Il tentativo, ovviamente, è quello dell'affresco epocale - e dell'indole di un popolo - attraverso un evento collettivo in cui ognuno dà il peggio e il meglio di se stesso. Tentativo coraggioso, perché il romanzo, e la letteratura in generale, vive soprattutto di «scarti» e differenziazioni rispetto ai palinsesti linguistici e tematici dei mass-media; qui, invece, Zuccari affronta «il mostro» (la particolare realtà definita realtà mediatica) nel suo territorio, tra i suoi attori, le sue canzoni, le sue regole e le sue parole (com'è accaduto a Walter Siti, a un livello più estremo, con «Troppi paradisi»). «Infinita notte» è una girandola di personaggi inquietanti e compromessi, che pure ogni giorno incontriamo nel gossip modaiolo: conduttori, capi della televisione, autori, cantanti, faccendieri russi e manager discografici.

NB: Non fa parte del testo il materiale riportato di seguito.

//! Land-cover models that travel: `landcover-sample`, `landcover-fit` and
//! `landcover --model` on tiles of the invented river valley (truth known per pixel).
//! Checks: one model gives the same class numbers on both sides of a tile seam and
//! recovers the surfaces (adjusted Rand index, Hubert & Arabie 1985); samples fitted
//! separately give the same model bytes as one fit on the rasters; mismatched rasters,
//! models and samples are refused in one line.

mod common;
#[path = "support/valley.rs"]
mod valley;

use common::{run, stderr};
use std::path::{Path, PathBuf};
use valley::{
    adjusted_rand, read_f32_tiff, read_u8_tiff, river_valley, write_scene_u16_at,
    write_scene_u16_with, GEOKEYS,
};

const W: u32 = 160;
const H: u32 = 120;
const PIXEL_M: f64 = 10.0;

/// Columns x0..x1 of a 4-band scene of width `w`.
fn crop(data: &[u16], w: u32, x0: u32, x1: u32) -> Vec<u16> {
    let h = data.len() / (w as usize * 4);
    let mut out = Vec::with_capacity(h * (x1 - x0) as usize * 4);
    for y in 0..h {
        let row = y * w as usize * 4;
        out.extend_from_slice(&data[row + x0 as usize * 4..row + x1 as usize * 4]);
    }
    out
}

/// The valley and its truth, plus tiles split at the columns `cuts` (written as GeoTIFFs
/// whose origins follow the mosaic's, named t1.tif, t2.tif, ...).
fn tiles(dir: &Path, cuts: &[u32]) -> (Vec<u8>, PathBuf, Vec<PathBuf>) {
    let (truth, data) = river_valley(W, H);
    let whole = dir.join("valley.tif");
    let origin = (500_000.0, 5_000_000.0);
    write_scene_u16_at(&whole, W, H, &data, PIXEL_M, origin, &GEOKEYS, Some("0"));
    let mut edges = vec![0];
    edges.extend_from_slice(cuts);
    edges.push(W);
    let mut paths = Vec::new();
    for (i, pair) in edges.windows(2).enumerate() {
        let p = dir.join(format!("t{}.tif", i + 1));
        let part = crop(&data, W, pair[0], pair[1]);
        let o = (origin.0 + pair[0] as f64 * PIXEL_M, origin.1);
        write_scene_u16_at(
            &p,
            pair[1] - pair[0],
            H,
            &part,
            PIXEL_M,
            o,
            &GEOKEYS,
            Some("0"),
        );
        paths.push(p);
    }
    (truth, whole, paths)
}

fn s(p: &Path) -> &str {
    p.to_str().unwrap()
}

fn ok(args: &[&str], env: &[(&str, &str)]) {
    let o = run(args, env);
    assert!(o.status.success(), "{args:?}: {}", stderr(&o));
}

Tutti consapevoli di essere protagonisti effimeri di un mondo effimero, che pure ha le sue difficili regole e i suoi assurdi riti. Meritava il Festival di Sanremo un romanzo così impegnato e pensato? Crediamo di sì; non tanto perché il mondo mediatico è pur sempre carico di destini individuali, ma perché la letteratura è anche attraversamento dei luoghi comuni e delle mode collettive.